What is expected:
Lines that include "section" make up the answer; copy all of them from the data below.

** Opening Data to use block **

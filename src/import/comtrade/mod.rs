//! COMTRADE recordings (IEEE C37.111-1991/-1999/-2013, IEC 60255-24:2013):
//! a `.cfg` with its `.dat`, or a 2013 `.cff` single file, into the recording
//! model. Values are `a·x + b`, converted to primary values (channels flagged
//! `S` are multiplied by primary/secondary), then to V or A.
//!
//! Time comes from the sampling rate when the configuration gives one (the
//! standard makes it the primary time base) and from the timestamps ×
//! `timemult` otherwise. Several different sampling rates in one file are
//! refused: the one-cycle DFT needs a uniform rate.

pub mod cfg;
mod dat;

use super::{check_channel_set, ChannelMap, ImportOptions, Source};
use crate::error::InputError;
use crate::model::{
    ChannelInfo, ChannelKey, Connection, CurrentUnit, FrameSink, RecordingInfo, RecordingKind,
    VoltageUnit,
};
use cfg::Config;
use std::io::{BufRead, BufReader, Read};
use std::path::{Path, PathBuf};

/// Where the sample records are.
#[derive(Clone, Debug)]
struct DataPlace {
    path: PathBuf,
    offset: u64,
    /// Byte length for binary data inside a `.cff`.
    len: Option<u64>,
    /// Line number of the first data line (ASCII), for messages.
    first_line: u64,
    /// ASCII data inside a `.cff` ends at the next section header.
    in_cff: bool,
    /// `.cff`: SHA-256 of the bytes before the data as the configuration
    /// was read; the data stream checks that it reads the same bytes.
    prefix_sha256: Option<String>,
}

/// A mapped channel: where its value is and how to scale it.
#[derive(Clone, Debug)]
pub(crate) struct Mapped {
    pub key: ChannelKey,
    /// Analog index (0-based) or digital index.
    pub analog: Option<usize>,
    pub digital: Option<usize>,
    /// value = (a·x + b)·k
    pub a: f64,
    pub b: f64,
    pub k: f64,
    pub name: String,
}

pub struct ComtradeSource {
    cfg: Config,
    data: DataPlace,
    mapped: Vec<Mapped>,
    info: RecordingInfo,
    opts: ImportOptions,
    /// SHA-256 of the `.cfg` bytes parsed (none for a `.cff`).
    cfg_sha256: Option<String>,
}

/// Decodes configuration text: UTF-8, else ISO 8859-1 (each byte one character).
fn decode(bytes: &[u8]) -> (String, &'static str) {
    match std::str::from_utf8(bytes) {
        Ok(s) => (s.strip_prefix('\u{feff}').unwrap_or(s).to_string(), "UTF-8"),
        Err(_) => (bytes.iter().map(|b| *b as char).collect(), "ISO 8859-1"),
    }
}

/// Largest accepted configuration (a .cfg, or the CFG section of a .cff).
pub const MAX_CFG_BYTES: u64 = 16 << 20;

fn read_all(path: &Path, what: &str) -> Result<Vec<u8>, InputError> {
    crate::files::read_capped(path, what, MAX_CFG_BYTES)
}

** Closing Data to use block **

Exercise solution:
    /// ASCII data inside a `.cff` ends at the next section header.
/// Largest accepted configuration (a .cfg, or the CFG section of a .cff).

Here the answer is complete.